History

German Empire
- Name: UC-106
- Builder: Blohm & Voss, Hamburg
- Yard number: 340
- Launched: 25 May 1918
- Completed: 11 November 1918
- Fate: Ceded to UK as war reparation; broken up, 1921

General characteristics
- Class & type: Type UC III submarine
- Displacement: 491 t (483 long tons), surfaced; 571 t (562 long tons), submerged;
- Length: 56.51 m (185 ft 5 in) (o/a); 42.20 m (138 ft 5 in) (pressure hull);
- Beam: 5.54 m (18 ft 2 in) (o/a)
- Draft: 3.77 m (12 ft 4 in)
- Propulsion: 2 × propeller shafts; 2 × 6-cylinder, 4-stroke diesel engines, 600 PS (440 kW; 590 bhp); 2 × electric motors, 770 PS (570 kW; 760 shp);
- Speed: 11.5 knots (21.3 km/h; 13.2 mph), surfaced; 6.6 knots (12.2 km/h; 7.6 mph), submerged;
- Range: 9,850 nautical miles (18,240 km; 11,340 mi) at 7 knots (13 km/h; 8.1 mph), surfaced; 40 nmi (74 km; 46 mi) at 4.5 knots (8.3 km/h; 5.2 mph), submerged;
- Test depth: 75 m (246 ft)
- Complement: 32
- Armament: 6 × 100 cm (39.4 in) mine tubes; 14 × UC 200 mines; 3 × 50 cm (19.7 in) torpedo tubes (2 bow external; one stern); 7 × torpedoes; 1 x 10.5 cm (4.1 in) SK L/45 or 8.8 cm (3.5 in) Uk L/30 deck gun;
- Notes: 15-second diving time

= SM UC-106 =

German Type UC III submarine

SM UC-106 was a German Type UC III minelaying submarine or U-boat built for the German Imperial Navy (Kaiserliche Marine) during World War I.

==Design==
A Type UC III submarine, UC-106 had a displacement of 491 t when at the surface and 571 t while submerged. She had a length overall of 56.51 m, a beam of 5.54 m, and a draught of 3.77 m. The submarine was powered by two six-cylinder four-stroke diesel engines each producing 300 PS (a total of 600 PS), two electric motors producing 770 PS, and two propeller shafts. She had a dive time of 15 seconds and was capable of operating at a depth of 75 m.

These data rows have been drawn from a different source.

def _attitude_cells(heel_max, pitch_max, headings):
    """Initial cells: ``headings`` cells over the full turn, one over each attitude range."""
    psi_half = np.pi / headings
    centres = np.stack([np.arange(headings) * 2 * psi_half + psi_half, np.zeros(headings),
                        np.zeros(headings)], axis=-1)
    half = np.broadcast_to([psi_half, heel_max, pitch_max], centres.shape).copy()
    return centres, half


def worst_deviation(turning: Turning, horizontal, vertical, max_heel_deg=0.0, max_pitch_deg=0.0,
                    *, tolerance_deg=TOLERANCE_DEG, headings=16) -> WorstDeviation:
    r"""Largest |deviation| over every heading, heel and pitch and every open choice, proven.

    Parameters
    ----------
    turning : Turning
        B problems, in the unit of ``horizontal``.
    horizontal, vertical : float
        H (> 0) and Z (down positive).
    max_heel_deg, max_pitch_deg : float [deg]
        Every heel in [-max, max] (starboard down positive) and pitch (bow up positive), at most
        90; both 0: level.
    tolerance_deg : float
        The bound is within this of a value reached.
    headings : int
        Cells the heading circle starts with.

    Returns
    -------
    WorstDeviation

    Notes
    -----
    *One orientation.* Every choice gives a point of a zonotope; its horizontal image (with the
    disc of radius beta) is the set the needle's resultant u = (H + b_N, b_E) may be anywhere
    in, and :func:`_widest_angle` finds its largest angle exactly.

    *Lipschitz.* Every rotation derivative has norm 1. Each of psi, phi, theta moves a point
    :math:`WP + WMW^TF` of the set by at most :math:`K = |P| + 2\|M\||F|` per radian (level:
    :math:`|P_h| + \|M_{h\cdot}\||F| + \|M_{hh}\|H`, the horizontal rows and block), norms
    bounded over the zonotopes by the triangle inequality. Within a cell of half-widths w about
    an orientation where the origin lies at distance d from the set, no point comes nearer
    than :math:`d_w = d - K\sum w`, and the angle plus its tangent term,
    :math:`|\arg u| + \arcsin(\beta/|u|)`, moves by at most
    :math:`K(1 + \beta/\sqrt{d_w^2 - \beta^2})/d_w` per radian: the value at the centre plus
    that times :math:`\sum w` bounds the cell (pi where :math:`d_w \le \beta`). The largest of
    a set of such functions (one per choice) obeys the same bound. Cells whose bound is within
    the tolerance of the best value reached are closed; the others are halved across their
    widest side.
    """
    b = len(turning)
    h, z = float(horizontal), float(vertical)
    heel_max = np.radians(abs(float(max_heel_deg)))
    pitch_max = np.radians(abs(float(max_pitch_deg)))
    if heel_max > np.pi / 2 + 1e-12 or pitch_max > np.pi / 2 + 1e-12:
        raise ValueError("heel and pitch limits are at most 90 degrees")
    if not h > 0:
        raise ValueError("the horizontal field must be positive")
    original = turning
    # The smallest fixed generators are counted as part of the disc (it holds their zonotope),
    # up to a tenth of the tolerance's worth, and generators that are zero everywhere dropped:
    # fewer generators, the same bound to within the tolerance.
    turning = _folded(turning, 0.1 * np.radians(tolerance_deg) * h / 2.0)
    tolerance_deg = 0.9 * tolerance_deg
    total = float(np.hypot(h, z))
    fixed_full, fixed_level = turning.fixed_size()
    m_full, m_rows, m_block = turning.matrix_size()
    level = heel_max == 0 and pitch_max == 0
    speed = (fixed_level + m_rows * total + m_block * h if level
             else fixed_full + 2.0 * m_full * total)                          # (B,) per radian
    second = fixed_full + 4.0 * m_full * total                    # (B,) any second derivative
    tol = np.radians(tolerance_deg)
    centres, half = _attitude_cells(heel_max, pitch_max, headings)
    owner = np.repeat(np.arange(b), len(centres))
    centres = np.tile(centres, (b, 1))
    half = np.tile(half, (b, 1))
    best = np.full(b, -np.inf)
    best_at = np.zeros((b, 3))
    closed_bound = np.full(b, -np.inf)
    if not level:
        # Values reached at the corners of the attitude box, where the worst usually lies: a
        # good value early closes cells early (it changes no bound).
        seeds = np.array([[psi, a * heel_max, c * pitch_max]
                          for psi in np.arange(headings) * 2 * np.pi / headings
                          for a in (-1.0, 1.0) for c in (-1.0, 1.0)])
        seed_owner = np.repeat(np.arange(b), len(seeds))
        seed_at = np.tile(seeds, (b, 1))
        seed_value, _ = _evaluate(turning, seed_owner, seed_at, h, z)
        np.maximum.at(best, seed_owner, seed_value)
        hit = seed_value >= best[seed_owner]
        best_at[seed_owner[hit]] = seed_at[hit]
    while len(owner):
        value, distance = _evaluate(turning, owner, centres, h, z)
        improve = value > best[owner]
        if np.any(improve):
            order = np.lexsort((-value, owner))
            first = order[np.unique(owner[order], return_index=True)[1]]
            first = first[value[first] > best[owner[first]]]
            best[owner[first]] = value[first]
            best_at[owner[first]] = centres[first]
        width = half.sum(axis=1)
        near = distance - speed[owner] * width
        beta = turning.unknown[owner]
        with np.errstate(divide="ignore", invalid="ignore"):
            slope = speed[owner] * (1.0 + beta / np.sqrt(near ** 2 - beta ** 2)) / near
        upper = np.where(near > beta, value + slope * width, np.pi)
        upper = np.minimum(upper, np.pi)
        # Where the first-order bound does not close a cell, try the second-order one.
        trying = (upper > best[owner] + tol) & (best[owner] < np.pi) & (near > beta)
        # The second-order bound is at least the centre's value plus its remainder: try it only
        # where that could close the cell.
        with np.errstate(divide="ignore", invalid="ignore"):
            rest = (0.5 * second[owner] * width ** 2
                    * (1.0 + beta / np.sqrt(near ** 2 - beta ** 2)) / near)
        trying &= value + rest <= best[owner] + tol
        if np.any(trying):
            upper[trying] = np.minimum(upper[trying], _linearised_upper(
                turning, owner[trying], centres[trying], half[trying], h, z, near[trying],
                second))
        done = (upper <= best[owner] + tol) | (best[owner] >= np.pi)
        if np.any(done):
            np.maximum.at(closed_bound, owner[done], upper[done])
        keep = ~done
        owner, centres, half, upper = owner[keep], centres[keep], half[keep], upper[keep]
        if not len(owner):
            break
        if 2 * len(owner) > MAX_CELLS:
            np.maximum.at(closed_bound, owner, upper)
            break
        axis = np.argmax(half, axis=1)
        step = np.zeros_like(half)
        step[np.arange(len(owner)), axis] = half[np.arange(len(owner)), axis] / 2.0
        half = np.concatenate([half - step, half - step])
        centres = np.concatenate([centres - step, centres + step])
        owner = np.concatenate([owner, owner])
    bound = np.maximum(closed_bound, best)
    overwhelmed = bound >= np.pi
    # The value reached, by the problem as given, where the search found its best.
    best = np.minimum(_evaluate(original, np.arange(b), best_at, h, z)[0], bound)
    signs, matrix_signs = _signs_at(original, best_at, h, z)
    return WorstDeviation(np.degrees(np.minimum(bound, np.pi)), np.degrees(best),
                          np.mod(np.degrees(best_at[:, 0]), 360.0), np.degrees(best_at[:, 1]),
                          np.degrees(best_at[:, 2]), signs, matrix_signs, overwhelmed,
                          float(tolerance_deg) / 0.9)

The submarine was designed for a maximum surface speed of 11.5 kn and a submerged speed of 6.6 kn. When submerged, she could operate for 40 nmi at 4.5 kn; when surfaced, she could travel 9850 nmi at 7 kn. UC-106 was fitted with six 100 cm mine tubes, fourteen UC 200 mines, three 50 cm torpedo tubes (one on the stern and two on the bow), seven torpedoes, and one 10.5 cm SK L/45 or 8.8 cm Uk L/30 deck gun . Her complement was twenty-six crew members.

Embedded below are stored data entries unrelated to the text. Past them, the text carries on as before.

export function convertNistExport(
  text: string,
  file: string,
  options: NistImportOptions,
): Outcome<NistImport> {
  const diagnostics: Diagnostic[] = [];
  const warnings: Diagnostic[] = [];
  const say = (to: Diagnostic[], line: number, col: number, field: string, message: string, hint?: string) =>
    to.push({
      file,
      line,
      col,
      severity: to === diagnostics ? 'error' : 'warning',
      code: 'nist-import',
      field,
      message,
      ...(hint ? { hint } : {}),
    });

  const lines = text.replace(/^\uFEFF/, '').split(/\r?\n/);
  const ascii = isAsciiTable(lines);
  let columns: Columns | null = null;
  const rows: ImportedRow[] = [];
  const droppedSeen = new Map<string, number>();
  const spectraSeen = new Set<string>();
  let headerSeen = false;
  let labelledByExport = false;
  if (options.species !== null && !SPECTRUM_NAME.test(options.species)) {
    say(
      diagnostics,
      1,
      1,
      '--species',
      `"${options.species.slice(0, 40)}" is not a spectrum name`,
      'give the element and ion stage in spectroscopic notation, e.g. "Fe I" or "O III"',
    );
    return { ok: false, diagnostics };
  }

  for (const { line: lineNo, cells: rawCells, starts } of ascii
    ? asciiTableRows(lines)
    : delimitedRows(lines)) {
    const cells = rawCells.map(cleanCell);
    const col = (k: number) => (starts[k] ?? 0) + 1;
    const header = readHeader(cells);
    // ASD repeats its header row where a table section starts (e.g. where the listing
    // switches from vacuum to air wavelengths at 200 nm): every header row resets the columns.
    if (header) {
      headerSeen = true;
      columns = header;
      for (const w of [header.observed, header.ritz]) {
        if (!w) continue;
        if (Number.isNaN(w.nm_per_unit))
          say(
            diagnostics,
            lineNo,
            col(w.index),
            cells[w.index] ?? '',
            'unknown wavelength unit',
            'export in nm, Å or µm',
          );
        if (w.medium === null && options.medium === null)
          say(
            diagnostics,
            lineNo,
            col(w.index),
            cells[w.index] ?? '',
            'the column does not say whether its wavelengths are in air or vacuum',
            'give --medium air or --medium vacuum',
          );
        if (w.medium !== null && options.medium !== null && w.medium !== options.medium)
          say(
            diagnostics,
            lineNo,
            col(w.index),
            cells[w.index] ?? '',
            `the column holds ${w.medium} wavelengths but --medium says ${options.medium}`,
            'leave --medium out; the column names decide',
          );
      }
      continue;
    }
    const c = columns as Columns | null;
    if (c === null) continue; // text above the first header (titles, notes)

    let species = options.species;
    if (c.element >= 0 && c.spNum >= 0) {
      const element = cells[c.element] ?? '';
      const sp = Number(cells[c.spNum]);
      if (element === '' || !Number.isInteger(sp) || sp < 1) {
        say(warnings, lineNo, col(c.element), 'element', 'row without a usable element/sp_num; skipped');
        continue;
      }
      const own = `${element} ${romanNumeral(sp)}`;
      labelledByExport = true;
      spectraSeen.add(own);
      if (species !== null && own !== species) continue;
      species = own;
    }
    if (species === null) {
      say(
        diagnostics,
        lineNo,
        1,
        '--species',
        'the export has no element/sp_num columns',
        'give --species, e.g. "Fe I"',
      );
      columns = null;
      continue;
    }

    const pick = (w: WavelengthColumn | null) => {
      if (!w) return null;
      // Brackets and a trailing "?" or "+" mark questionable or shifted values; the number stands.
      const t = (cells[w.index] ?? '').replace(/^[[(]|[\])]$|[+?]$/g, '');
      const v = positive(t);
      return v === null ? null : { w, text: t, value: v };
    };
    // Observed before Ritz: the observed wavelength is what a lamp shows, with the stated
    // measurement uncertainty; the Ritz value fills in lines only computed from level energies.
    const obs = pick(c.observed);
    const ritz = pick(c.ritz);
    const chosen = obs ?? ritz;
    if (!chosen) {
      say(warnings, lineNo, 1, 'wavelength', 'row without an observed or Ritz wavelength; skipped');
      continue;
    }
    const medium = chosen.w.medium ?? (options.medium as ExportMedium);
    const value_nm = chosen.value * chosen.w.nm_per_unit;
    const places = Math.max(0, decimals(chosen.text) + Math.round(Math.log10(chosen.w.nm_per_unit)) * -1);
    const vacuum_nm = medium === 'air' ? airToVacuum(value_nm) : value_nm;
    const air_nm = vacuum_nm < 200 ? null : medium === 'air' ? value_nm : vacuumToAir(value_nm);

    const uncText = chosen.w.unc >= 0 ? (cells[chosen.w.unc] ?? '') : '';
    const unc = positive(uncText);
    // No stated uncertainty: one unit of the last decimal written, the least it can be.
    const unc_nm = unc !== null ? unc * chosen.w.nm_per_unit : 10 ** -places;

    const intensityText = c.intensity >= 0 ? (cells[c.intensity] ?? '') : '';
    const parsed = parseIntensity(intensityText);
    let intensity = parsed.value;
    const intensity_stated = intensity !== null;
    const akiText = c.aki >= 0 ? (cells[c.aki] ?? '') : '';
    const aki = /^\d+(\.\d*)?(e[+-]?\d+)?$/i.test(akiText) ? Number(akiText) : null;
    if (intensity === null) {
      say(
        warnings,
        lineNo,
        c.intensity >= 0 ? col(c.intensity) : 1,
        'intens',
        `no usable intensity ("${intensityText}"); written as 1`,
        'intensities only rank lines within a species; 1 puts it last',
      );
      intensity = 1;
    }
    const flags = [...parsed.flags];
    const type = c.type >= 0 ? (cells[c.type] ?? '') : '';
    if (FORBIDDEN_TYPES.has(type) && !flags.includes('forbidden')) flags.push('forbidden');
    for (const d of parsed.dropped) droppedSeen.set(d, (droppedSeen.get(d) ?? 0) + 1);

    rows.push({
      species,
      vacuum_nm,
      air_nm,
      unc_nm,
      intensity,
      flags,
      basis: obs ? 'observed' : 'ritz',
      intensity_stated,
      aki_per_s: aki !== null && aki > 0 ? aki : null,
      ritz_vacuum_nm: ritz === null ? null : ritzVacuum(ritz, options.medium),
      line: lineNo,
      decimals: Math.max(places, 4),
    });
  }

  if (!headerSeen)
    say(
      diagnostics,
      1,
      1,
      'header',
      'no header row with obs_wl_… or ritz_wl_… columns found',
      'export from the ASD lines form as tab-delimited, CSV or ASCII text',
    );
  if (options.species !== null && spectraSeen.size > 0 && !spectraSeen.has(options.species))
    say(
      diagnostics,
      1,
      1,
      '--species',
      `the export has no lines of "${options.species}"`,
      `it has ${[...spectraSeen].sort().join(', ')}`,
    );
  if (diagnostics.length > 0) return { ok: false, diagnostics };
  if (rows.length === 0) {
    say(diagnostics, 1, 1, 'rows', 'the export holds no usable lines');
    return { ok: false, diagnostics };
  }

  const merged = mergeDuplicates(rows, (r, kept, components) =>
    say(
      warnings,
      r.line,
      1,
      'wavelength',
      components
        ? `same observed ${r.species} wavelength as line ${kept.line}, another Ritz value (a blend resolved into components); kept once, flagged blend`
        : `same ${r.species} wavelength as line ${kept.line} (a multiply classified line); kept once`,
    ),
  );
  for (const [d, n] of [...droppedSeen].sort()) {
    say(
      warnings,
      1,
      1,
      'intens',
      `intensity descriptor "${d}" on ${n} row${n === 1 ? '' : 's'} has no catalog flag; dropped`,
      'see docs/catalog.md',
    );
  }
  const tsv = writeTsv(merged, file, options.sourceKey, ascii ? 'ASCII table' : 'delimited text');
  // What we write must load: the catalog loader's own rules are the check, not a second copy.
  const check = parseCatalog({
    version: 'import-nist',
    lineFiles: [{ name: 'converted.tsv', text: tsv }],
    sourceFiles: [
      { name: 'sources.yaml', text: `${JSON.stringify(options.sourceKey)}:\n  citation: check\n` },
    ],
    groupsYaml: null,
  });
  if (!check.ok) {
    for (const d of check.diagnostics)
      say(diagnostics, 1, 1, d.field, `the converted rows would not load: ${d.message}`, d.hint);
    return { ok: false, diagnostics };
  }
  if (!labelledByExport)
    say(
      warnings,
      1,
      1,
      '--species',
      `the export does not name its spectrum: every row is labelled "${options.species}" as --species says`,
      'check that the export is of that spectrum',
    );
  return { ok: true, value: { rows: merged, tsv }, warnings };
}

==Construction and career==
The U-boat was launched on 25 May 1918 and completed on 11 November 1918. Because UC-106 was finished after the end of fighting, she was never commissioned into the German Imperial Navy; had she been so commissioned, she would have been named SM UC-106. UC-106 was awarded to the United Kingdom as a war reparation and broken up in 1921.